More recently, security firm Trend Micro reported finding an attack campaign that used a meme drawn from the 1999 science fiction film "The Matrix" to send remote-control instructions for PCs infected with Berbomthum malware (see Twitter Sees Signs of State-Sponsored Attack).
Steganography, however, has also been used to help people operating in repressive regimes to more safely transport sensitive information; to protect journalists and their sources; to safeguard against industrial espionage when crossing borders; and for intelligence agencies undertaking deep-cover operations.
Speaking earlier this month at Black Hat Europe in London, Dominic Schaub, a researcher at a Canadian firm called Discrete Integration, noted that many types of digital steganography may be revealed if investigators look at a PC on which such tools are installed and find encryption tools.
Regardless of intentions, it looks like steganography is going to get more difficult to spot in the future.
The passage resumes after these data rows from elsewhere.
import type { CubicMetresPerSecond, MetresPerSecond, Pascals } from '@/lib/units/quantity';
import { airflowThrough, eitherWay } from './airflow-through';
import type { Air } from './air-density';
import { areaOfDuct, systemLoss, type DuctSystem } from './duct-system';
import { withoutHump, type Fan } from './fan-curve';
import { findRoot } from './find-root';
import { systemPressure } from './system-pressure';
import { velocityPressure } from './velocity-pressure';

/** What a shut gate lets through, as a share of the duct's area: common practice, no source. */
export const GATE_LEAK = 0.02;
/** Discharge coefficient of the crack round a gate. Source: ASHRAE Fundamentals (2021), sharp openings 0.6 to 0.65. */
const CRACK = 0.6;

/**
 * One machine's hood and duct up to the common one. `roomPressure` in Pa against outdoors, 0 unless told. `leak` of a shut gate.
 * `wanted` in m3/s.
 */
export type Branch = {
  name: string;
  system: DuctSystem;
  open: boolean;
  leak?: number;
  roomPressure?: Pascals;
  wanted?: CubicMetresPerSecond;
};

/** Machines on one fan: their branches, and the common duct and outlet behind where they meet (without a hood of its own). */
export type Network = { branches: readonly Branch[]; main: DuctSystem; fan: Fan; air: Air };

/** Negative airflow comes out of the hood into the room. */
export type BranchAnswer = {
  name: string;
  open: boolean;
  airflow: CubicMetresPerSecond;
  velocity: MetresPerSecond;
  wanted?: CubicMetresPerSecond;
};

/** `junction` is the suction where the branches meet, Pa below outdoors; `residual` what the fan's pressure is off by, Pa. */
export type NetworkAnswer = {
  airflow: CubicMetresPerSecond;
  staticPressure: Pascals;
  junction: Pascals;
  residual: number;
  branches: BranchAnswer[];
};

/** What a branch loses at an airflow; a shut gate is a crack that its air goes through. */
export function branchLossAt({ system, open, leak = GATE_LEAK }: Branch, air: Air): (airflow: number) => number {
  const duct = systemPressure(system, air);
  if (open) return duct;
  const crack = CRACK * leak * areaOfDuct(system.runs[0]!.diameter);
  return (q) => duct(q) + velocityPressure((q / crack) as MetresPerSecond, air.density);
}

/** What the common duct loses: its air already moves, so of its "hood" only what is lost counts, and not the velocity pressure. */
export const mainLossAt = (main: DuctSystem, air: Air) => {
  const duct = systemPressure(main, air);
  const first = areaOfDuct(main.runs[0]!.diameter);
  return (q: number) => duct(q) - velocityPressure((q / first) as MetresPerSecond, air.density);
};

/**
 * How the air of one fan divides among its branches: at the one suction where they meet, each takes what its duct lets through, and
 * together they are what the fan gives there. One bracketed solve over that suction; the fan without its hump, so there is one answer.
 * Source: ACGIH Industrial Ventilation, 24th ed. (2001), ch. 5 (balance at a junction by static pressure).
 */
export function solveNetwork({ branches, main, fan, air }: Network): NetworkAnswer {
  const cautious = withoutHump(fan);
  const losses = branches.map((branch) => branchLossAt(branch, air));
  const mainLoss = eitherWay(mainLossAt(main, air));
  const flows = (suction: number) =>
    losses.map((loss, i) => airflowThrough(loss, suction + (branches[i]!.roomPressure ?? 0)));
  const total = (all: number[]) => all.reduce((sum, q) => sum + q, 0);
  const excess = (suction: number) => {
    const q = total(flows(suction));
    return cautious.pressureAt(Math.max(0, q)) - suction - mainLoss(q);
  };
  const rooms = branches.reduce((most, { roomPressure = 0 }) => Math.max(most, Math.abs(roomPressure)), 0);
  const junction = findRoot(
    excess,
    -rooms - 1e-9,
    Math.max(0, cautious.pressureAt(0), fan.peak.pressure) + rooms + 1e-9,
  );
  const each = flows(junction);
  const airflow = total(each);
  return {
    airflow: airflow as CubicMetresPerSecond,
    staticPressure: (junction + mainLoss(airflow)) as Pascals,
    junction: junction as Pascals,
    residual: excess(junction),
    branches: branches.map(({ name, open, system, wanted }, i) => ({
      ...{ name, open, wanted, airflow: each[i] as CubicMetresPerSecond },
      velocity: (each[i]! / areaOfDuct(system.runs[0]!.diameter)) as MetresPerSecond,
    })),
  };
}

/**
 * The loss factor that a gate must add to each open branch so that all draw what they want: the branch that asks for the most suction
 * rules and gets none. Branches without a wanted airflow are left out.
 */
export function balancingLosses(branches: readonly Branch[], air: Air): { name: string; k: number; rules: boolean }[] {
  const asked = branches.flatMap(({ name, system, open, wanted }) =>
    open && wanted ? [{ name, loss: systemLoss(system, wanted, air) }] : [],
  );
  const most = Math.max(...asked.map(({ loss }) => loss.staticPressure));
  return asked.map(({ name, loss }) => ({
    name,
    k: (most - loss.staticPressure) / loss.runs.at(-1)!.velocityPressure,
    rules: loss.staticPressure === most,
  }));
}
That's thanks to Schaub building a new approach to digital steganography, in the form of a "fast, stable and functional" toolset that he says functions as "a self-concealing, perfectly deniable encryption/steganography suite."
Russian Doll Steganography
The suite of tools he built creates a hidden, encrypted partition on a disk, while leaving no digital forensic traces, thus making so-called Russian doll steganography - hiding something inside something that looks whole - much easier.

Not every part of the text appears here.